### Study material ###

//go:build !amd64 || purego

package fading

import "unsafe"

// prefetchLines does nothing off amd64 and with the purego build tag.
func prefetchLines(p unsafe.Pointer, n int) {}
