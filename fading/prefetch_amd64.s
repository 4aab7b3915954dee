//go:build amd64 && !purego

#include "textflag.h"

// func prefetchLines(p unsafe.Pointer, n int)
//
// PREFETCHT0 of the n 64-byte lines from p: a hint, it reads nothing the
// program sees and cannot fault.
TEXT ·prefetchLines(SB), NOSPLIT, $0-16
	MOVQ p+0(FP), AX
	MOVQ n+8(FP), CX

ploop:
	TESTQ      CX, CX
	JEQ        pdone
	PREFETCHT0 (AX)
	ADDQ       $64, AX
	DECQ       CX
	JMP        ploop

pdone:
	RET
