package main

import (
	"context"
	"flag"
	"io"
	"math"

	"github.com/fadeloop/fadeloop/client"
	"github.com/fadeloop/fadeloop/client/render"
	htmlreport "github.com/fadeloop/fadeloop/client/report"
	"github.com/fadeloop/fadeloop/loop/multicell"
	pb "github.com/fadeloop/fadeloop/proto/fadeloop/v1"
	"github.com/fadeloop/fadeloop/service"
)

func init() {
	register(&command{
		order:   31,
		name:    "capacity",
		summary: "find the most users a setting carries at an outage limit, beside the pole capacity",
		usage:   "[SCENARIO.yaml|.json]",
		details: `Bisects the user count of one group (--group) of the scenario (the file, or
the built-in default) for the largest count whose mean aggregate outage
over --replications stays at or below --outage-limit, with the same seeds at
every count (common random numbers). Without --max-count the search doubles
upward from --min-count until a count fails. The analytic pole capacity
(Gilhousen et al. 1991) and the pole of the engine's own interference
equation are printed beside the simulated figure. On a layout (multi-cell)
the counts are users per cell, feasibility is not computed, and the poles
are one cell's with the other-cell ratio f the layout measured at the
capacity count. A count whose interval contains a limit gets a caution. The group's placement
must be uniform. Without --max-count the worst case (doubling up to the
server's user limit, see "fadeloop info") is what the server's cost bound
is checked against, and it often exceeds it: give --max-count or --max-user-slots.

A --request file is the protojson form (JSON or YAML) of
fadeloop.v1.CapacityRequest; flags override its fields.

Output formats:
  table  the capacity, the pole estimates with their inputs, every
         evaluated count with its figures, the reason and the effort
  csv    one row per evaluated count: count, total_users, pass, outage_ok,
         noise_rise_ok, load_feasible, capacity (true|false), n, then for
         every figure F of sir_error_mean_db, sir_error_std_db,
         outage_probability, achieved_bler, tx_power_mean_dbm,
         max_power_fraction, noise_rise_mean_db its mean F, F_ci_low and
         F_ci_high (its 95 % interval, suffixed as in "run" and "sweep").
         Multi-cell (layout.sites set): the users column holds users per
         cell and is named users_per_cell (it was total_users), layout_users
         (per cell × cells) follows it, and load_feasible is empty: the
         multi-cell engine computes no feasibility
  json   the fadeloop.v1 CapacityResult in protojson with proto field names

` + searchQueueHelp + `

Exit status 4 (after the output is written) when even the smallest count
tried exceeds the outage limit.

Examples:
  fadeloop capacity --outage-limit 0.2 --max-count 256
  fadeloop capacity testdata/scenarios/indoor_outer_loop.yaml --outage-limit 0.05 --max-count 256
  fadeloop capacity cell.yaml --group 1 --outage-limit 0.02 --max-count 200 \
      --replications 8 --format csv --out capacity.csv`,
		run: runCapacity,
	})
}

func runCapacity(e *env, fs *flag.FlagSet) action {
	var ov scenarioOverrides
	ov.registerSlotsSeed(fs)
	request := fs.String("request", "", "capacity request `FILE` (protojson CapacityRequest in JSON or YAML)")
	group := fs.Int("group", 0, "index `G` of the group whose count is scaled (0: the first)")
	outage := fs.Float64("outage-limit", 0, "largest acceptable aggregate outage `P` (fraction, e.g. 0.05); required")
	minCount := fs.Int("min-count", 0, "smallest group count `N` tried (0: 1)")
	maxCount := fs.Int("max-count", 0, "largest group count `N` tried (0: double upward until a count fails)")
	reps := fs.Int("replications", 0, "replications `N` per evaluated count (0: 4)")
	confidence := fs.Float64("confidence", 0, "confidence `C` of the intervals (0: 0.95)")
	maxUS := fs.Int64("max-user-slots", 0, "budget `N` of simulated users × slots (0: none)")
	reportFile := fs.String("report", "", "also write the HTML report (verdict, tables, plots) to `FILE.html`")
	var qf sweepQueueFlags
	qf.registerRun(fs, "capacity")
	return func(ctx context.Context, args []string) error {
		if err := e.g.checkFormat("table", "csv", "json"); err != nil {
			return err
		}
		if err := checkReportPath(*reportFile); err != nil {
			return err
		}
		req := &pb.CapacityRequest{}
		sf, reqFile, err := loadRequest(*request, req, &req.Base, args, &ov)
		if err != nil {
			return err
		}
		for _, x := range []struct {
			dst  *int32
			v    int
			name string
		}{{&req.MinCount, *minCount, "min-count"}, {&req.MaxCount, *maxCount, "max-count"}, {&req.Replications, *reps, "replications"}} {
			if x.v < 0 || x.v > math.MaxInt32 {
				return badInputf("--%s %d: must be >= 0", x.name, x.v)
			}
			if x.v != 0 {
				*x.dst = int32(x.v)
			}
		}
		if *group < 0 || *group > math.MaxInt32 {
			return badInputf("--group %d: must be a group index, 0 or more", *group)
		}
		req.Group = int32(*group)
		if *outage != 0 {
			req.OutageLimit = *outage
		}
		if req.OutageLimit == 0 {
			return badInputf("--outage-limit is required (the largest acceptable outage, e.g. 0.05)")
		}
		if *confidence != 0 {
			req.Confidence = *confidence
		}
		if *maxUS != 0 {
			req.MaxUserSlots = *maxUS
		}
		out, cl, release, job, err := e.searchSession(ctx, &qf, "capacity", service.CapacityRequestFromProto(req))
		if err != nil {
			return err
		}
		defer release()
		prog := e.newProgress("user-slots/s")
		res, err := cl.Capacity(ctx, req, searchProgress(prog))
		stopProgress(prog, err == nil)
		if err != nil {
			return searchError(sf, reqFile, job.stopped(ctx, e, err))
		}
		err = e.emit(out, res, func(w io.Writer) error { return render.CapacityCSV(w, req, res) },
			func(w io.Writer) { render.CapacityTable(w, req, res) })
		if err != nil {
			return err
		}
		in := htmlreport.Input{Capacity: res, CapacityRequest: req, Source: "fadeloop capacity"}
		if *reportFile != "" {
			if in.EngineVersion, err = searchEngine(ctx, e, &qf, cl, render.CapacityIsLayout(req)); err != nil {
				return err
			}
		}
		if err := writeResultReport(e, *reportFile, in); err != nil {
			return err
		}
		if res.GetBelowRange() {
			// Even the smallest count tried exceeds the outage limit.
			return constraintsUnmet{reason: res.GetReason()}
		}
		return nil
	}
}

// searchEngine is the engine version for a capacity or tune report (their
// results do not carry one). Single cell: the server's (GetServerInfo; in
// process, this program's). Multi-cell: the multi-cell engine's version
// (this program's when the replications ran in this process, else the
// server's GetServerInfo multicell_engine_version; "" — not recorded —
// from servers that predate that field).
func searchEngine(ctx context.Context, e *env, qf *sweepQueueFlags, cl *client.Client, layout bool) (string, error) {
	inProcess := e.g.server == "" && (qf.direct || qf.local())
	if layout && inProcess {
		return multicell.EngineVersion, nil
	}
	info, err := cl.ServerInfo(ctx)
	if err != nil {
		return "", err
	}
	v := info.GetEngineVersion()
	if layout {
		// The server's multi-cell engine ("" from servers that predate
		// the field: shown as not recorded).
		v = info.GetMulticellEngineVersion()
		if v == "" {
			return "", nil
		}
	}
	if !inProcess && e.g.server == "" {
		v += " (this program's; the queue's workers ran the replications)"
	}
	return v, nil
}
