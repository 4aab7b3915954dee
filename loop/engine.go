package loop

import (
	"context"
	"fmt"
	"math"
	"runtime"
	"sync"
	"sync/atomic"
	"time"

	"github.com/fadeloop/fadeloop/fading"
)

// EngineVersion identifies the engine that produced a Report; it changes
// whenever the same (scenario, seed) could give different figures. 1.2.0:
// one replication too short for two batches of 10 decorrelation times
// withholds its batch-means intervals, and one user's convergence time
// with one replication has none (values unchanged).
const EngineVersion = "fadeloop-loop/1.2.0"

// Random stream kinds of package loop (fading.NewStream; fading's own kinds
// are below 100). Index is 0 for all of them.
const (
	streamActivity fading.StreamKind = 100 // on/off activity chain of a user
	streamMeasErr  fading.StreamKind = 101 // SIR estimation error of a user
	streamCmdErr   fading.StreamKind = 102 // command errors of a user
	streamBlock    fading.StreamKind = 103 // block-error draws of a user
	streamLOSAngle fading.StreamKind = 104 // arrival angle of a user's LOS component
)

// HistBinsPerOctaveLog2 is log2 of the bins per octave of the per-user
// histograms of up to 512 users: bins are at most 10·log10(1 + 2^−7) =
// 0.034 dB wide (see histLayout).
const HistBinsPerOctaveLog2 = 7

// genBlockSlots is the number of slots of fading generated ahead per block
// (1024: fewer hand-overs between the slot loop and the workers than 512,
// measured about 5 % faster on the canonical cell). Large cells use
// shorter blocks (genBlockSlotsFor) so that a block holds at most
// genBlockUserSlots user-slots, as 512-slot blocks of 4096 users did.
const (
	genBlockSlots     = 1024
	genBlockUserSlots = 4096 * 512
)

// genBlockSlotsFor is the block length for n users: genBlockSlots, halved
// while the block holds more than genBlockUserSlots (not below 64).
func genBlockSlotsFor(n int) int {
	b := genBlockSlots
	for b > 64 && n*b > genBlockUserSlots {
		b /= 2
	}
	return b
}

// Progress is a progress event of Run.
type Progress struct {
	Fraction       float64       // work done, [0, 1]
	UserSlots      int64         // user-slots simulated so far, warm-up included, all replications
	TotalUserSlots int64         // user-slots of the whole run
	UserSlotsPerS  float64       // throughput so far, user-slots per second of wall-clock time
	Elapsed        time.Duration // wall-clock time since the start
}

// TraceOptions asks for decimated per-user traces of replication 0.
type TraceOptions struct {
	Users      []int // user indices (0-based, group order) to trace; at most MaxTracedUsers
	Decimation int   // keep one slot in Decimation, >= 1 (0: by SamplesPerUser, else 1)
	// SamplesPerUser, used when Decimation is 0, asks for about this many
	// samples per traced user; the decimation is TraceDecimation's. >= 0.
	SamplesPerUser int
}

// RunOptions are the options of Run that do not change its figures.
type RunOptions struct {
	// Progress, when set, is called from one goroutine about every
	// ProgressEvery and once at the end.
	Progress      func(Progress)
	ProgressEvery time.Duration // default 250 ms
	Trace         TraceOptions
}

// hooks replace parts of the model (tests only).
type hooks struct {
	// static, when set, is each user's static channel power gain (linear,
	// path loss included); it replaces fading, path loss and shadowing.
	static []float64
	// matrix, when set, is a link-gain matrix: G[i][j] is the gain from
	// user j's transmitter to user i's receiver and
	// SIR_i = G_ii p_i / (Σ_{j≠i} G_ij p_j + eta[i]) (no processing gain);
	// IDEAL mode then runs the Foschini–Miljanic iteration.
	matrix [][]float64
	eta    []float64 // noise per receiver in mW (matrix mode)
	// noFast disables the fused fast path of runBlock.
	noFast bool
}

// gainSource is a stream of channel power gains (fading.Channel, or a
// static gain in tests).
type gainSource interface{ FillGains(dst []float64) }

type constGain float64

func (c constGain) FillGains(dst []float64) {
	for i := range dst {
		dst[i] = float64(c)
	}
}

// userInfo is a user's placement and the parts of its channel that do not
// change across replications.
type userInfo struct {
	group      int
	distanceM  float64
	speedKmh   float64
	dopplerHz  float64
	pathLossDB float64
	bin        int
}

// Run simulates the scenario: every replication slot by slot (DESIGN.md
// "Model"), with fading generated ahead in blocks in parallel across users
// and replications in parallel up to GOMAXPROCS, and returns the figures
// with their confidence intervals. The scenario is normalised (a copy; the
// caller's value is not changed) and validated first: invalid input returns
// Violations. The result is identical for identical (scenario, seed)
// whatever GOMAXPROCS is, apart from WallTimeS and UserSlotsPerS. A
// cancelled ctx stops the run within one block of slots and returns
// ctx.Err().
func Run(ctx context.Context, sc Scenario, opts RunOptions) (*Report, error) {
	return run(ctx, sc, opts, nil)
}

func run(ctx context.Context, sc Scenario, opts RunOptions, hk *hooks) (*Report, error) {
	start := time.Now()
	sc = sc.Clone()
	sc.Normalise()
	v := sc.Validate()
	if sc.MultiCell() && len(v) == 0 {
		v = append(v, Violation{"layout.sites", "a multi-cell scenario runs on the multi-cell engine (multicell.RunScenario), not loop.Run"})
	}
	if opts.Trace.Decimation < 0 {
		v = append(v, Violation{"trace.decimation", fmt.Sprintf("must be >= 1, got %d", opts.Trace.Decimation)})
	}
	if opts.Trace.SamplesPerUser < 0 {
		v = append(v, Violation{"trace.samples_per_user", fmt.Sprintf("must be >= 0, got %d", opts.Trace.SamplesPerUser)})
	}
	if len(opts.Trace.Users) > MaxTracedUsers {
		v = append(v, Violation{"trace.users", fmt.Sprintf("must list at most %d users, got %d", MaxTracedUsers, len(opts.Trace.Users))})
	}
	nUsers := sc.Users()
	for i, u := range opts.Trace.Users {
		if u < 0 || u >= nUsers {
			v = append(v, Violation{fmt.Sprintf("trace.users[%d]", i), fmt.Sprintf("must be a user index in [0, %d), got %d", nUsers, u)})
		}
	}
	if len(v) > 0 {
		return nil, v
	}
	users, err := placeUsers(sc)
	if err != nil {
		return nil, err
	}
	if hk != nil {
		if (hk.static != nil && len(hk.static) != len(users)) || (hk.matrix != nil && (len(hk.matrix) != len(users) || len(hk.eta) != len(users))) {
			panic("loop: hook sizes do not match the user count")
		}
	}
	sh := newShared(sc, users, hk)
	if fz, ok := sh.preRunFeasibility(); !ok {
		return sh.infeasibleReport(fz, start), nil
	}
	R := sc.Run.Replications
	total := sc.TotalSlots()
	totalWork := int64(len(users)) * total * int64(R)

	procs := runtime.GOMAXPROCS(0)
	pool := newGenPool(procs)
	defer pool.close()

	var done atomic.Int64
	stopProgress := startProgress(opts, &done, totalWork, start)

	results := make([]*repResult, R)
	errs := make([]error, R)
	sem := make(chan struct{}, procs)
	var wg sync.WaitGroup
	for r := 0; r < R; r++ {
		if ctx.Err() != nil {
			errs[r] = ctx.Err()
			break
		}
		sem <- struct{}{}
		wg.Add(1)
		go func(r int) {
			defer wg.Done()
			defer func() { <-sem }()
			defer func() {
				if v := recover(); v != nil {
					errs[r] = NewPanicError(v)
				}
			}()
			rp, err := newReplication(sh, r, pool, opts.Trace)
			if err != nil {
				errs[r] = err
				return
			}
			results[r], errs[r] = rp.run(ctx, &done)
		}(r)
	}
	wg.Wait()
	stopProgress()
	for _, e := range errs {
		if e != nil {
			if ctx.Err() != nil {
				return nil, ctx.Err()
			}
			return nil, e
		}
	}
	rep := sh.report(results)
	rep.WallTimeS = time.Since(start).Seconds()
	if rep.WallTimeS > 0 {
		rep.UserSlotsPerS = float64(totalWork) / rep.WallTimeS
	}
	if opts.Progress != nil {
		el := time.Since(start)
		opts.Progress(Progress{Fraction: 1, UserSlots: totalWork, TotalUserSlots: totalWork,
			UserSlotsPerS: float64(totalWork) / el.Seconds(), Elapsed: el})
	}
	return rep, nil
}

func startProgress(opts RunOptions, done *atomic.Int64, total int64, start time.Time) func() {
	if opts.Progress == nil {
		return func() {}
	}
	every := opts.ProgressEvery
	if every <= 0 {
		every = 250 * time.Millisecond
	}
	stop := make(chan struct{})
	var wg sync.WaitGroup
	wg.Add(1)
	go func() {
		defer wg.Done()
		tk := time.NewTicker(every)
		defer tk.Stop()
		for {
			select {
			case <-stop:
				return
			case <-tk.C:
				d := done.Load()
				el := time.Since(start)
				opts.Progress(Progress{Fraction: float64(d) / float64(max(total, 1)), UserSlots: d, TotalUserSlots: total,
					UserSlotsPerS: float64(d) / el.Seconds(), Elapsed: el})
			}
		}
	}()
	return func() { close(stop); wg.Wait() }
}

// placeUsers places every user of a valid scenario: distances by placement
// (UNIFORM_DISTANCE d_k = min + (max−min)·k/(n−1); UNIFORM_AREA
// d_k = √(min² + (max²−min²)·k/(n−1)); one user sits at the midpoint), speeds
// assigned in proportion to the weights, interleaved along the group
// (largest deficit first), and the mean path loss.
func placeUsers(sc Scenario) ([]userInfo, error) {
	var out []userInfo
	for gi, g := range sc.Groups {
		pl, err := pathLossModel(g.PathLoss, g.CarrierFrequencyHz)
		if err != nil {
			return nil, err
		}
		wsum := 0.0
		for _, s := range g.Speeds {
			wsum += s.Weight
		}
		assigned := make([]float64, len(g.Speeds))
		for k := 0; k < g.Count; k++ {
			var d float64
			frac := 0.5
			if g.Count > 1 {
				frac = float64(k) / float64(g.Count-1)
			}
			switch g.Placement {
			case PlacementExplicit:
				d = g.DistancesM[k]
			case PlacementUniformDistance:
				d = g.MinDistanceM + (g.MaxDistanceM-g.MinDistanceM)*frac
			default:
				a2, b2 := g.MinDistanceM*g.MinDistanceM, g.MaxDistanceM*g.MaxDistanceM
				d = math.Sqrt(a2 + (b2-a2)*frac)
			}
			best, bestDef := 0, math.Inf(-1)
			for j, s := range g.Speeds {
				def := s.Weight/wsum*float64(k+1) - assigned[j]
				if def > bestDef {
					best, bestDef = j, def
				}
			}
			assigned[best]++
			v := g.Speeds[best].SpeedKmh
			loss, err := pl.LossDB(d)
			if err != nil {
				return nil, Violations{{Field: fmt.Sprintf("groups[%d].path_loss.model", gi), Rule: fmt.Sprintf("not valid at %g m: %v", d, err)}}
			}
			out = append(out, userInfo{group: gi, distanceM: d, speedKmh: v,
				dopplerHz: fading.DopplerHz(v, g.CarrierFrequencyHz), pathLossDB: loss})
		}
	}
	return out, nil
}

###

Which of the lines above hold the string "Elapsed"? Copy each one.

▶ _Answer for this exercise_
	Elapsed        time.Duration // wall-clock time since the start
			UserSlotsPerS: float64(totalWork) / el.Seconds(), Elapsed: el})
					UserSlotsPerS: float64(d) / el.Seconds(), Elapsed: el})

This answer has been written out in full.